The Steyr-Puch IMP (short for Intermeccanica-Puch) was an aluminum two-seater coupe with a top speed of 160 km/h. Intermeccanica came into existence in 1959 when a chemical engineer named Frank Reisner founded Construzione Automobili Intermeccanica in Turin, Italy. Born in Hungary in the winter of 1932, Frank Reisner fled Budapest seventeen years later with his parents to Montreal, Canada, after a particularly miserable winter. He became indirectly involved with cars by working in the paint industry. After marrying in 1957, Frank and his wife Paula, both car fanatics, built and raced a sports car for a while before visiting Europe and deciding to move to Italy. Mr. Reisner designed racing chassis for Giannini Automobili SpA in Rome before settling in Turin.
The first Intermeccanica products were, innocently enough, speed equipment kits and free-flow exhaust systems for various automobiles.

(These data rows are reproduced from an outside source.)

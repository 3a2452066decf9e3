// SPDX-License-Identifier: GPL-3.0-or-later
#include "core/evidence/evidence.h"

#include "core/evidence/check_row.h"
#include "core/stress/circle.h"

#include <algorithm>
#include <array>
#include <cmath>

namespace planewright {

namespace {

struct Computed {
  PlaneStress stress;
  std::optional<PlaneStress> turned;
  Circle circle;
};
using Value = std::optional<double>;

Value degrees(const std::optional<NormalAngle>& normal) {
  return normal ? Value(normal->value.degrees()) : std::nullopt;
}

/// What a quantity is and how it follows; none where the state or its inputs do not have it.
struct Quantity {
  std::string_view word;
  Value (*value)(const Computed&);
  bool isAngle = false;
};
constexpr std::array quantities = {
    Quantity{"sxp", [](const Computed& c) { return c.turned ? Value(c.turned->sx) : std::nullopt; }},
    Quantity{"syp", [](const Computed& c) { return c.turned ? Value(c.turned->sy) : std::nullopt; }},
    Quantity{"txyp", [](const Computed& c) { return c.turned ? Value(c.turned->txy) : std::nullopt; }},
    Quantity{"s1", [](const Computed& c) { return Value(c.circle.s1); }},
    Quantity{"s2", [](const Computed& c) { return Value(c.circle.s2); }},
    Quantity{"tmax", [](const Computed& c) { return Value(c.circle.radius); }},
    Quantity{"tabs", [](const Computed& c) { return Value(c.circle.tauAbsMax); }},
    Quantity{"savg", [](const Computed& c) { return Value(c.circle.mean); }},
    Quantity{"txy", [](const Computed& c) { return Value(c.stress.txy); }},
    Quantity{"thp1", [](const Computed& c) { return degrees(c.circle.theta1); }, true},
    Quantity{"thp2", [](const Computed& c) { return degrees(c.circle.theta2()); }, true},
    Quantity{"ths", [](const Computed& c) { return degrees(c.circle.thetaTauMax); }, true}};

double difference(bool isAngle, double a, double b) {
  return isAngle ? apart(Angle::fromDegrees(a), Angle::fromDegrees(b)).degrees() : std::abs(a - b);
}

/// Own arithmetic stands in the files with ten digits.
constexpr double ownDigits = 1e-9;

bool agreement(const CheckResult& result, bool isAngle, double scale) {
  if (result.status == CheckStatus::lastDigit || !result.printed)
    return difference(isAngle, result.computed, result.recomputed) <= ownDigits * (isAngle ? 180 : scale);
  // A value printed exactly on the edge of its tolerance agrees.
  const double tolerance = result.tolerance * (1 + ownDigits);
  if (result.status == CheckStatus::sign)
    return difference(isAngle, std::abs(result.computed), std::abs(*result.printed)) <= tolerance;
  return difference(isAngle, result.computed, *result.printed) <= tolerance;
}

Result<CheckResult> judged(CheckRow row) {
  const auto quantity = std::ranges::find(quantities, std::string_view(row.result.quantity), &Quantity::word);
  Computed computed{row.stress, std::nullopt, circleOf(row.stress)};
  if (row.theta)
    computed.turned = inTurnedAxes(row.stress, *row.theta);
  const Value value = quantity == quantities.end() ? std::nullopt : quantity->value(computed);
  if (!value)
    return tl::unexpected(Problem{{},
                                  0,
                                  0,
                                  row.result.quantity,
                                  PW_TEXT("Check", "This quantity does not follow from these inputs."),
                                  {}});
  row.result.computed = *value;
  row.result.agrees = agreement(row.result, quantity->isAngle, scaleOf(row.stress));
  return std::move(row.result);
}

} // namespace

Results<std::vector<CheckResult>> recomputed(std::span<const std::string_view> rows) {
  std::vector<CheckResult> results;
  Problems problems;
  if (rows.empty() || !isHeading(rows.front()))
    return tl::unexpected(
        Problems{{{}, 1, 0, {}, PW_TEXT("Check", "This is not the heading of checks."), {}}});
  for (std::size_t i = 1; i < rows.size(); ++i) {
    Result<CheckResult> result = readCheckRow(rows[i]).and_then(judged);
    if (result) {
      results.push_back(*std::move(result));
    } else {
      result.error().line = static_cast<int>(i) + 1;
      problems.push_back(std::move(result).error());
    }
  }
  if (!problems.empty())
    return tl::unexpected(std::move(problems));
  return results;
}

Results<std::vector<CheckResult>> publishedChecks() {
  return recomputed(shippedChecks());
}

} // namespace planewright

In 1960 things got more interesting when a Formula Junior racing car, one of the first rear-engined ones with a highly-modified Peugeot motor, was constructed. The same year a prototype of an aluminum two-seater coupe called the IMP (short for Intermeccanica-Puch), with a top speed of 160 km/h, based on the small rear-engined Steyr-Daimler-Puch 500cc car was developed. A racing version of it won the 500cc class at Nurburgring.
It proved so fast in races that, after Carlo Abarth was frequently beaten, he persuaded Fiat to stop supplying Steyr-Puch with chassis after just 21 were made.